## [Your goal]
Below is a listing from which only part is wanted; return exactly the lines from the one with "const int n" up to and including the one with "memory for %d".

## [Given data]
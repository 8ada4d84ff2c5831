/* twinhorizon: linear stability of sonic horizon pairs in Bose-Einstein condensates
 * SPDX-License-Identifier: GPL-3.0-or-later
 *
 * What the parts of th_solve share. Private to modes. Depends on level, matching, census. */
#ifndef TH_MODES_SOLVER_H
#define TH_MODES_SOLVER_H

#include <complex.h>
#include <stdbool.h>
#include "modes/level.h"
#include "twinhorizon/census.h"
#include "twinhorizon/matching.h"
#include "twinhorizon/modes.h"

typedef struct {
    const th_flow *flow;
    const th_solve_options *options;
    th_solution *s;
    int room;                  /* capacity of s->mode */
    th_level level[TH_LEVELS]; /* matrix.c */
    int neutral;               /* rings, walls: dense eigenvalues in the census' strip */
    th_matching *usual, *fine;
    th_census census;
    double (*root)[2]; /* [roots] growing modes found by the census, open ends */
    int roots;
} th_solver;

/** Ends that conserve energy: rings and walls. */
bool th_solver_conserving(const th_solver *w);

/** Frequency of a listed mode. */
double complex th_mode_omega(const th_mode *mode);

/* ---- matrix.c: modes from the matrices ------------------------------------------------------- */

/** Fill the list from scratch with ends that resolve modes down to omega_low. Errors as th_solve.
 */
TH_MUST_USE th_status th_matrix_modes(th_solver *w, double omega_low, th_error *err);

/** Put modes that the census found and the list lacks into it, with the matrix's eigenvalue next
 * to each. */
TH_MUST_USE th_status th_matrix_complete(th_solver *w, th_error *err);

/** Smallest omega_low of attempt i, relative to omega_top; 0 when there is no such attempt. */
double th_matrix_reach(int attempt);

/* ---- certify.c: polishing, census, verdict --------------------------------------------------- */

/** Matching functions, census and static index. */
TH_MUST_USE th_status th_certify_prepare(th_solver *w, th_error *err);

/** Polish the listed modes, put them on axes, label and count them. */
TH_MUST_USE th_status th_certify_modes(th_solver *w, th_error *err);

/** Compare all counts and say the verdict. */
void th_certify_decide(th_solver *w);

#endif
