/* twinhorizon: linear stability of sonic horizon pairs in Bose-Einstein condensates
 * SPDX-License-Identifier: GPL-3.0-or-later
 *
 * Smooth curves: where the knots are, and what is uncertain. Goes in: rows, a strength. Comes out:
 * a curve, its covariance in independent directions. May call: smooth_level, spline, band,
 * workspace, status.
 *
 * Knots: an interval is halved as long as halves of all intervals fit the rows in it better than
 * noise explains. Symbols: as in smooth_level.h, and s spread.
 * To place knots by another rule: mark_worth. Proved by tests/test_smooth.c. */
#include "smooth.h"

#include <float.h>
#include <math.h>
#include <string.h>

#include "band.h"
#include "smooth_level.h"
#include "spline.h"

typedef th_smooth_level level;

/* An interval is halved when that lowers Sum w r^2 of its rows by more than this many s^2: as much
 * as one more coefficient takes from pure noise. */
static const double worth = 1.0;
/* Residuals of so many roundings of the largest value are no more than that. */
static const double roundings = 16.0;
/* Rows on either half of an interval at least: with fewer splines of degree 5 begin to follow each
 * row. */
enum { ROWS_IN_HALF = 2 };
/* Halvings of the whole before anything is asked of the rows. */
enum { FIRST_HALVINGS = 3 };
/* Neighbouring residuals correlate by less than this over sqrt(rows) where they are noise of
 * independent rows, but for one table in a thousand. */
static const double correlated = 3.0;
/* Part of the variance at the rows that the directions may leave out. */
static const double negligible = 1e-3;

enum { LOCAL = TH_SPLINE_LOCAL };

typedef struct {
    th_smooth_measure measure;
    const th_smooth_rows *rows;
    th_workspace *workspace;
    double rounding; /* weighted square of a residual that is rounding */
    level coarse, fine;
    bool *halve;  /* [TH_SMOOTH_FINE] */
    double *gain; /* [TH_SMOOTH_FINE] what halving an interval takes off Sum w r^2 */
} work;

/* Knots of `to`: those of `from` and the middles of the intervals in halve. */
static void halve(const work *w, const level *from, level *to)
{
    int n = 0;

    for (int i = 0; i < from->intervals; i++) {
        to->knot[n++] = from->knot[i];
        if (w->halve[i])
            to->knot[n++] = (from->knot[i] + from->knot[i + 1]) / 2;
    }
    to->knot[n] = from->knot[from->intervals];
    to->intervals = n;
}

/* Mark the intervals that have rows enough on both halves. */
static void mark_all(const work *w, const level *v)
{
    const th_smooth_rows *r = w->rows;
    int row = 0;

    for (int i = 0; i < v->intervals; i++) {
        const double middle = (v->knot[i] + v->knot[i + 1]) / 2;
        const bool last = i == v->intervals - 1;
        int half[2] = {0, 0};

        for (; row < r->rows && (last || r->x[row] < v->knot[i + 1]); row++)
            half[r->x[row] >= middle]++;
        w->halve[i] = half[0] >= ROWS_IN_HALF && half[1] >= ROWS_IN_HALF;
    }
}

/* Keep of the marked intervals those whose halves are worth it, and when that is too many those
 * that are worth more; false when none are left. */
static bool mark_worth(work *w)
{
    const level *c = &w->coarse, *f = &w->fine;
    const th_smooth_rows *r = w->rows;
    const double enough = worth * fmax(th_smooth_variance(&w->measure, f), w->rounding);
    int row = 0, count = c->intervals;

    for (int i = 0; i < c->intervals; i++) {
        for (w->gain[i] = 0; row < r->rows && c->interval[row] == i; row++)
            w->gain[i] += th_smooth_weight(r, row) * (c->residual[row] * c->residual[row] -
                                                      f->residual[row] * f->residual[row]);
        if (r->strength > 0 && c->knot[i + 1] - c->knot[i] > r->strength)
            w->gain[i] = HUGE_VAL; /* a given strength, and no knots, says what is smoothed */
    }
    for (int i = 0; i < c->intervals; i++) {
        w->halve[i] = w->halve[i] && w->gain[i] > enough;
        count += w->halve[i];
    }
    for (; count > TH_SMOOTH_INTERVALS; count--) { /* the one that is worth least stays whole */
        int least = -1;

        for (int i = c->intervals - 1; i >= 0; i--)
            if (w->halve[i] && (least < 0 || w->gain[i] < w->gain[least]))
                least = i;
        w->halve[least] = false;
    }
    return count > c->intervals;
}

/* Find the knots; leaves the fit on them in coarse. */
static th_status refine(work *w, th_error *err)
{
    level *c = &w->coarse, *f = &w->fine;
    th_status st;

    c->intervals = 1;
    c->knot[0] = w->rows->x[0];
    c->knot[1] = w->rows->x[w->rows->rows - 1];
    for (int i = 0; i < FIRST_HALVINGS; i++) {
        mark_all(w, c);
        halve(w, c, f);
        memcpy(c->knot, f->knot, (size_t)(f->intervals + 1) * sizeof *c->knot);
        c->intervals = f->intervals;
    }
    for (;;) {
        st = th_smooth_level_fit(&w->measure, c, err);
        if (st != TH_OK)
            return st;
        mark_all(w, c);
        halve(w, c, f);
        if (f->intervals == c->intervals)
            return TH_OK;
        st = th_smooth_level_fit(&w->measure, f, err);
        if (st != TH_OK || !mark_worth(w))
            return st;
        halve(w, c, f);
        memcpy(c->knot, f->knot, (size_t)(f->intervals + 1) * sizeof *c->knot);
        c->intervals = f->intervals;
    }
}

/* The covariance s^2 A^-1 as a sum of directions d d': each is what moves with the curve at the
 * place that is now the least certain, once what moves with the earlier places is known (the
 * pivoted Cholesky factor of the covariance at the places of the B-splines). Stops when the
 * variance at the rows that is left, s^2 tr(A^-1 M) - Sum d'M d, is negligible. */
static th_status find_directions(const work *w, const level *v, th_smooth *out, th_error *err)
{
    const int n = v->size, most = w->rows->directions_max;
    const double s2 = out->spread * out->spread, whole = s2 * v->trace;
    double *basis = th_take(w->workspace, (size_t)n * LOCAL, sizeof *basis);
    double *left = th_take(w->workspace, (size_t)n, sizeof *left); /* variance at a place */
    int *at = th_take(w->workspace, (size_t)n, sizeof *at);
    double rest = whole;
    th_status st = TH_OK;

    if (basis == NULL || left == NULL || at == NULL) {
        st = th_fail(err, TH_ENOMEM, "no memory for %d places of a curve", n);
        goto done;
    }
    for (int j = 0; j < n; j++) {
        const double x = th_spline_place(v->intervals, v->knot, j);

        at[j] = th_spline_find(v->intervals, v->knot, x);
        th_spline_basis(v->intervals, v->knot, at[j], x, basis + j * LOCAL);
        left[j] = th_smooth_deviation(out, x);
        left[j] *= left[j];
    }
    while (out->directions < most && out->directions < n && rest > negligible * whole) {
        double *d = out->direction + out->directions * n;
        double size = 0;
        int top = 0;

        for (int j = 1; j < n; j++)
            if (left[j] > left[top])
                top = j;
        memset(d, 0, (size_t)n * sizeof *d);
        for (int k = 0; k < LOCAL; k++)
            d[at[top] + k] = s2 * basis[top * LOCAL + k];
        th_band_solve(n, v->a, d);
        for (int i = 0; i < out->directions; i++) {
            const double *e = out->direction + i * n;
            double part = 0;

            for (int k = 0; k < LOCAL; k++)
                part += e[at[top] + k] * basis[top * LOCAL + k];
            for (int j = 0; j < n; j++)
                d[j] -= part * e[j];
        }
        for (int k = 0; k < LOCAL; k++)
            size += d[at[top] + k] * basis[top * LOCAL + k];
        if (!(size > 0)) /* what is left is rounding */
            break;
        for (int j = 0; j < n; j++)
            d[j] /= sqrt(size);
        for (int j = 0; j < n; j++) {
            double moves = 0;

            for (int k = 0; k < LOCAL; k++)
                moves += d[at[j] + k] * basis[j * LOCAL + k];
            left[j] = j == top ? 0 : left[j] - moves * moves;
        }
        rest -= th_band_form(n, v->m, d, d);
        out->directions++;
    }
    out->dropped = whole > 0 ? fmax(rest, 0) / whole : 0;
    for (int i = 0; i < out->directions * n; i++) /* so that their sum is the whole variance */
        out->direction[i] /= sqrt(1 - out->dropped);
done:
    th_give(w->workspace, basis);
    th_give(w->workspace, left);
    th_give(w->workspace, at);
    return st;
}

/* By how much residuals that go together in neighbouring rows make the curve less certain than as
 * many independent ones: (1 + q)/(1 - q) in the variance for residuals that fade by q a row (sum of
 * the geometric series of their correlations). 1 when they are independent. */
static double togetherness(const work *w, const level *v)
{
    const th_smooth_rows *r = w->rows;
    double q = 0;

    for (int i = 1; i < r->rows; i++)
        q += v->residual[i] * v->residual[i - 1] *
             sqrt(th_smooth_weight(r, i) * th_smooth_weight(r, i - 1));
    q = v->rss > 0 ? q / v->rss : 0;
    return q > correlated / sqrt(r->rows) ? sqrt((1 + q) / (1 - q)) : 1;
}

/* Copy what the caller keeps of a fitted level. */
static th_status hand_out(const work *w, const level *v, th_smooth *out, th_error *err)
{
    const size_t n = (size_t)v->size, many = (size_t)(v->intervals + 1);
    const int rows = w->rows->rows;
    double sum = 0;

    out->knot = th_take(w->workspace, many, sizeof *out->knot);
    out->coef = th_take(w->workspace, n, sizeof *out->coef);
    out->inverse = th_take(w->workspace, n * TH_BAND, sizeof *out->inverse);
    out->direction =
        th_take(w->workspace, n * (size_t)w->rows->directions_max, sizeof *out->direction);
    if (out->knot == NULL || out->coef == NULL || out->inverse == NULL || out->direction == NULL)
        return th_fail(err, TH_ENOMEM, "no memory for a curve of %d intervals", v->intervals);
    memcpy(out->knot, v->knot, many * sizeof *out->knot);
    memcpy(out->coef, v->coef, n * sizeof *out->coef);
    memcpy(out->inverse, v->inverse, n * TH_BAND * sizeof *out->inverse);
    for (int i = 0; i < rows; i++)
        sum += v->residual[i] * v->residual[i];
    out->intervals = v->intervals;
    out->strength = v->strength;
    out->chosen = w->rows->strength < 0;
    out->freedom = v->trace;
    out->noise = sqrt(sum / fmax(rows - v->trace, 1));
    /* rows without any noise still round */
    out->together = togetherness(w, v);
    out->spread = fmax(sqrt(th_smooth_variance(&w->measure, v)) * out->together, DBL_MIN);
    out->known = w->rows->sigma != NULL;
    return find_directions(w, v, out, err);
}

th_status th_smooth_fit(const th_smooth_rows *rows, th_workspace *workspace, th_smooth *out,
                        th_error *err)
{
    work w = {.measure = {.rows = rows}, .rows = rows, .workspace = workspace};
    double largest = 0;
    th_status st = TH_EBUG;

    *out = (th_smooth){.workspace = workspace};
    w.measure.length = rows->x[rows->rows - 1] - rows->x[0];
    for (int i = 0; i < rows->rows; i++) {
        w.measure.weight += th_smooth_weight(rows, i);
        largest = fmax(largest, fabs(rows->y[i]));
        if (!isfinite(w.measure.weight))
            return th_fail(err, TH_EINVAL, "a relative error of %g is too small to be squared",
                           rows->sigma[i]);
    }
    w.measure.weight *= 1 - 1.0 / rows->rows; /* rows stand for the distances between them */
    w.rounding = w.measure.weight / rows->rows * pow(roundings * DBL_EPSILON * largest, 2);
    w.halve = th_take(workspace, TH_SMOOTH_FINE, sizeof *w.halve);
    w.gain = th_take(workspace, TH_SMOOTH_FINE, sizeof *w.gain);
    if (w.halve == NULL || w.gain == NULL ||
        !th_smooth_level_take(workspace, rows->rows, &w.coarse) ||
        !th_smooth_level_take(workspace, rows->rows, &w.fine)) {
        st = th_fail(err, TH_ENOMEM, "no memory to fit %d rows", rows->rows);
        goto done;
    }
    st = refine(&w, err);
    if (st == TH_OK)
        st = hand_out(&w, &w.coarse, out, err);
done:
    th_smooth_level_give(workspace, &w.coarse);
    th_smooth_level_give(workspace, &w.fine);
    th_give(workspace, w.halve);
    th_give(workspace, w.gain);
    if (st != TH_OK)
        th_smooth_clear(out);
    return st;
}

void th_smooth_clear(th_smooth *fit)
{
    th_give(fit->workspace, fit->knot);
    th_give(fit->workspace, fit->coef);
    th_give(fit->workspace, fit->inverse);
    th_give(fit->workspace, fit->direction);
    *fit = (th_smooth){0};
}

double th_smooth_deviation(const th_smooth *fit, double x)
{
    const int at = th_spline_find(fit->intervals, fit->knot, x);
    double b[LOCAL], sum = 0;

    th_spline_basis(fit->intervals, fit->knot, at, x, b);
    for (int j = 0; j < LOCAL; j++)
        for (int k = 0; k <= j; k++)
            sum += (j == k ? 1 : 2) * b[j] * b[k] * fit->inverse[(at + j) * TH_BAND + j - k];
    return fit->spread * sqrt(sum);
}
==
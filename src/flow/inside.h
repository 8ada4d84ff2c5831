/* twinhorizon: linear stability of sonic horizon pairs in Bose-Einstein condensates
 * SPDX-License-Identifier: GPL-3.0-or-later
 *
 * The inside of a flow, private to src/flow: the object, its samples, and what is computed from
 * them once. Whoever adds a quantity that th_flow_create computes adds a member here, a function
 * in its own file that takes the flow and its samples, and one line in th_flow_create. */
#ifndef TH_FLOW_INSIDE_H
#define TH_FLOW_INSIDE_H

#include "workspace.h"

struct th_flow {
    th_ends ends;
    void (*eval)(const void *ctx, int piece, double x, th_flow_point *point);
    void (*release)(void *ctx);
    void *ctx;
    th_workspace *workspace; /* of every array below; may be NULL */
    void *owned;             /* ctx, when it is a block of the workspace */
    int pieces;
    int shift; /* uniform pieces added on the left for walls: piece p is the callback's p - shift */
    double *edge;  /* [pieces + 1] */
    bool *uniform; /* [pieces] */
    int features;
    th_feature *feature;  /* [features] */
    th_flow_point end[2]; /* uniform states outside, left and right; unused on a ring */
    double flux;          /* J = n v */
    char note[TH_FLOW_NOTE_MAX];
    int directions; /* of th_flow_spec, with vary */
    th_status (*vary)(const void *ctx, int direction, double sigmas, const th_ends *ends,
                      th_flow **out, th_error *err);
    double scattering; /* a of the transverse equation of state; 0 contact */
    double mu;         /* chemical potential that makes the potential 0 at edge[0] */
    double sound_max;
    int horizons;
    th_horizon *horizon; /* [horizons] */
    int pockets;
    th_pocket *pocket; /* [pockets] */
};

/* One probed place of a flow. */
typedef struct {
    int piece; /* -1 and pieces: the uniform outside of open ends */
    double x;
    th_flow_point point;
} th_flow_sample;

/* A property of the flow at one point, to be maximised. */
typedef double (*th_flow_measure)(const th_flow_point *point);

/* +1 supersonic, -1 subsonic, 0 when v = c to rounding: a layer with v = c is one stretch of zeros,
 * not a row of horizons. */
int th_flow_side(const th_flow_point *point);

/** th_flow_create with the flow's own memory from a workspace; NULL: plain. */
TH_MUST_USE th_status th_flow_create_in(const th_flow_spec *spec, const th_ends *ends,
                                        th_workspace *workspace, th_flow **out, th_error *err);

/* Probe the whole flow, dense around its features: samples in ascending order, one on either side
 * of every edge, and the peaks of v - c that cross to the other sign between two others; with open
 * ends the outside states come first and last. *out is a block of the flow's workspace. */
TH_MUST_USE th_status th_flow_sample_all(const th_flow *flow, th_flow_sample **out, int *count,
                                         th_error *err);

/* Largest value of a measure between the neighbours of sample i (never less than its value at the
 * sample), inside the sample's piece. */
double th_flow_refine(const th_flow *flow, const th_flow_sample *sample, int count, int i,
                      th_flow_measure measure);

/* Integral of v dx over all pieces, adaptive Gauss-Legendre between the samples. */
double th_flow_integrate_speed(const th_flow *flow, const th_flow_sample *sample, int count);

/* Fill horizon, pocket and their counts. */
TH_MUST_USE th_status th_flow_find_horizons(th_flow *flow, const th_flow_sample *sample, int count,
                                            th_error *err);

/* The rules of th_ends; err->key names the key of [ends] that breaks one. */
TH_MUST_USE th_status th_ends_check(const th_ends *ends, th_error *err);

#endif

## [Answer section]
    const int n = v->size, most = w->rows->directions_max;
    const double s2 = out->spread * out->spread, whole = s2 * v->trace;
    double *basis = th_take(w->workspace, (size_t)n * LOCAL, sizeof *basis);
    double *left = th_take(w->workspace, (size_t)n, sizeof *left); /* variance at a place */
    int *at = th_take(w->workspace, (size_t)n, sizeof *at);
    double rest = whole;
    th_status st = TH_OK;

    if (basis == NULL || left == NULL || at == NULL) {
        st = th_fail(err, TH_ENOMEM, "no memory for %d places of a curve", n);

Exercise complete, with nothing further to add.